→ **Work item**:
The lines to repeat are those below from the one containing "self.peak_between(*w) for k, w" down to the one containing "on Linux: it", both included; reproduce them exactly and nothing else.

─── Extracted data

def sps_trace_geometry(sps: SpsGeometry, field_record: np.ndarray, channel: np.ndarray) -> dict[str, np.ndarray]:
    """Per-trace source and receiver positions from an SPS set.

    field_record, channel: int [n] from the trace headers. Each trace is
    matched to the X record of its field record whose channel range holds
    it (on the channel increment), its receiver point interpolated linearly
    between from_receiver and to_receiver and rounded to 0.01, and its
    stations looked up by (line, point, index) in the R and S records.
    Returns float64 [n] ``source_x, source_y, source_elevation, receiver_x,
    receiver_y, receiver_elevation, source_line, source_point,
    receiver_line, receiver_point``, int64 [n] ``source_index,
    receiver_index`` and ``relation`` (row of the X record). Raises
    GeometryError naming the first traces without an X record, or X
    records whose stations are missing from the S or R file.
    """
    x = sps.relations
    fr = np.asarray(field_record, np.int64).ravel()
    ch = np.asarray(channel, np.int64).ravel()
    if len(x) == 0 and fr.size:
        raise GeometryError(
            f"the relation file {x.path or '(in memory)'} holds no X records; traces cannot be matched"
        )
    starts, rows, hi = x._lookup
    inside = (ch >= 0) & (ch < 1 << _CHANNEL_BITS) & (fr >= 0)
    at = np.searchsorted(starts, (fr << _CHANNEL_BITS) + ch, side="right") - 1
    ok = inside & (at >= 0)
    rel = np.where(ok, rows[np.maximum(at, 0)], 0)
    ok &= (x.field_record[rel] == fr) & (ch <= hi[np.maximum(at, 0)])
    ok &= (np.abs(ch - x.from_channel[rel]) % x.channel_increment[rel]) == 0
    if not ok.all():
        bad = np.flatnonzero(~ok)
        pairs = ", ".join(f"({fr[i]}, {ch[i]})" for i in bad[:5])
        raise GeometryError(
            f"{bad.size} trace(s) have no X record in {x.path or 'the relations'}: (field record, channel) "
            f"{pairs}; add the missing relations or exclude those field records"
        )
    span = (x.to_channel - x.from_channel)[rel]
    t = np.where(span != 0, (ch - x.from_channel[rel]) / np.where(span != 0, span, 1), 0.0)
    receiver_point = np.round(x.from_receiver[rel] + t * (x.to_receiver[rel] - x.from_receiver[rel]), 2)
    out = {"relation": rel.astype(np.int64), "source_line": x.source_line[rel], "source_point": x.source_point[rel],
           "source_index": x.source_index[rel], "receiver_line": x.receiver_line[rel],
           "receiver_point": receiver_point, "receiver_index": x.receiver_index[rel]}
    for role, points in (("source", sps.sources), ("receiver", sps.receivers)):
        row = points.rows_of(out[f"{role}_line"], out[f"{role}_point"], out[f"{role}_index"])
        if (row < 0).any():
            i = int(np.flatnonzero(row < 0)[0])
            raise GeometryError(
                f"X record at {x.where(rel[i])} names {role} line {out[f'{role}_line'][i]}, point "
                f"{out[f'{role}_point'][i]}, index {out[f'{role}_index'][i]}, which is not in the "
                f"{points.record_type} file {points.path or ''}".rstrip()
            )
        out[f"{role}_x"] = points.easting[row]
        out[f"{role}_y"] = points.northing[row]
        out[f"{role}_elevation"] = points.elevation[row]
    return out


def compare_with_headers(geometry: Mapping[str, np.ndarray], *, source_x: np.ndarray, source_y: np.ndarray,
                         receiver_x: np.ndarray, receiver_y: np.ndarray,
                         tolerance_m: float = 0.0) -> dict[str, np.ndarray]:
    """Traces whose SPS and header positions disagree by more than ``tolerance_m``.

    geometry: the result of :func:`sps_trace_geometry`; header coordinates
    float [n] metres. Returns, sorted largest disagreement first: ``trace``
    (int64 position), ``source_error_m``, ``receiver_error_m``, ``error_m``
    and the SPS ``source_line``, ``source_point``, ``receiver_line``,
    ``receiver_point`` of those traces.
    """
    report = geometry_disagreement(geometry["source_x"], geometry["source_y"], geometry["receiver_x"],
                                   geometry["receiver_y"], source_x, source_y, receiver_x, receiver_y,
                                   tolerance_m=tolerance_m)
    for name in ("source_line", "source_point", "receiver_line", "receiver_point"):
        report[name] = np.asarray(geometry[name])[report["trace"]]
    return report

──────
─── Extracted data

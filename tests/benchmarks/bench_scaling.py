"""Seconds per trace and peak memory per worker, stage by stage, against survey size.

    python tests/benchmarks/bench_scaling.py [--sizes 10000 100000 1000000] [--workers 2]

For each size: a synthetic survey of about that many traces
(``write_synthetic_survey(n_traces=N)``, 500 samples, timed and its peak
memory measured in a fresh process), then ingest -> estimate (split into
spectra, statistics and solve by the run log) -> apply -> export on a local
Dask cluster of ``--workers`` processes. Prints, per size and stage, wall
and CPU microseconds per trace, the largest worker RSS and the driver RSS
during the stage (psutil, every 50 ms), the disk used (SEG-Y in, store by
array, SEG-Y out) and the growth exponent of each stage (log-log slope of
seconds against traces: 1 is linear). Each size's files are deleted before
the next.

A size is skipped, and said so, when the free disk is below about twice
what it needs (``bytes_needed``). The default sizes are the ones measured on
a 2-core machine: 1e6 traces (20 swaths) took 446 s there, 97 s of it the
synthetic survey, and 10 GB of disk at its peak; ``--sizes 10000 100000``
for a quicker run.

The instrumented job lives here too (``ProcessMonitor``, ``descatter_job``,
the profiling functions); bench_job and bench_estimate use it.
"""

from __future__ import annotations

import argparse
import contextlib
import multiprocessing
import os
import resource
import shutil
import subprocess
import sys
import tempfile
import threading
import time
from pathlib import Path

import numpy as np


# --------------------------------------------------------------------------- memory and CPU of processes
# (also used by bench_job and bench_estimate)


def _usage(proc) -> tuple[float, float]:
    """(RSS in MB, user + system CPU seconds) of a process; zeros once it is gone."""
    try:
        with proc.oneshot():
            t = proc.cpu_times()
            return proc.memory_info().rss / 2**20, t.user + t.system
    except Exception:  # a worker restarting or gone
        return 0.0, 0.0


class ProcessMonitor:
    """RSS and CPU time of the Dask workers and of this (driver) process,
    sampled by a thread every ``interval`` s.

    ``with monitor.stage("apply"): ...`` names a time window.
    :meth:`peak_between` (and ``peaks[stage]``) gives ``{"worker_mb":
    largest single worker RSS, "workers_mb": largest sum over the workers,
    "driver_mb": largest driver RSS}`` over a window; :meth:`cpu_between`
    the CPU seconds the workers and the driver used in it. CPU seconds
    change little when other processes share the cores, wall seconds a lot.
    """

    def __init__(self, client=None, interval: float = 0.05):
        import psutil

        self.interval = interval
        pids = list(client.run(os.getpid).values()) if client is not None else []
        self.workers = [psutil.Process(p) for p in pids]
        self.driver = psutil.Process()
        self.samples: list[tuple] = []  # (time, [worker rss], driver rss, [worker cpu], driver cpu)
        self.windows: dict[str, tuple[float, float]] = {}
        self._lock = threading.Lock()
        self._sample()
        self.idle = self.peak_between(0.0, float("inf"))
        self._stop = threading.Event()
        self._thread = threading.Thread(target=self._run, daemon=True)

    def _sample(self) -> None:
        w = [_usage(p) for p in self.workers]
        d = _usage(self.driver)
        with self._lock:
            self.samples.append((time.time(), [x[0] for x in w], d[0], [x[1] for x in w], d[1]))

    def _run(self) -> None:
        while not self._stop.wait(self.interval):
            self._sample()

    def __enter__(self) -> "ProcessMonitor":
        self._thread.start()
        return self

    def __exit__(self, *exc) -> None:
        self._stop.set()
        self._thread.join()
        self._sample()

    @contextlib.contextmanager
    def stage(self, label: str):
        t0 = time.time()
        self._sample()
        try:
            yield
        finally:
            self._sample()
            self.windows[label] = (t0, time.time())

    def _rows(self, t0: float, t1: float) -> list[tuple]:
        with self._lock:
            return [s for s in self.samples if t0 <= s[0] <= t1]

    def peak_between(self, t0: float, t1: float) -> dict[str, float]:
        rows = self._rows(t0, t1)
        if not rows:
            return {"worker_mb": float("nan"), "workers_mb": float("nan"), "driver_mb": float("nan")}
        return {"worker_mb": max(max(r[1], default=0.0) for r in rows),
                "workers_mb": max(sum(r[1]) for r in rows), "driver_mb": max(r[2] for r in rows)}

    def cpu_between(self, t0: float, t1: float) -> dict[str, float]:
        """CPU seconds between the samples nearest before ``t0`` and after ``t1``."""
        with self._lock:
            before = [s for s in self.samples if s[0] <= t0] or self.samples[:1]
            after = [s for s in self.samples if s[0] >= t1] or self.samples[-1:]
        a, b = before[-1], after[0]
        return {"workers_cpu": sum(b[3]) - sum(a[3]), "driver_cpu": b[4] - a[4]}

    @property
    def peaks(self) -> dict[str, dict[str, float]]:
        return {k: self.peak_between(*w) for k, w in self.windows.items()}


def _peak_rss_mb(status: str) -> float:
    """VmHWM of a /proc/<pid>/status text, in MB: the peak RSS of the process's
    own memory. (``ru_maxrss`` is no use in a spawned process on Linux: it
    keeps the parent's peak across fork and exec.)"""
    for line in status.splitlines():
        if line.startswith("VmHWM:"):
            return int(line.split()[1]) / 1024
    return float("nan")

──────

→ **Response**:
        return {k: self.peak_between(*w) for k, w in self.windows.items()}


def _peak_rss_mb(status: str) -> float:
    """VmHWM of a /proc/<pid>/status text, in MB: the peak RSS of the process's
    own memory. (``ru_maxrss`` is no use in a spawned process on Linux: it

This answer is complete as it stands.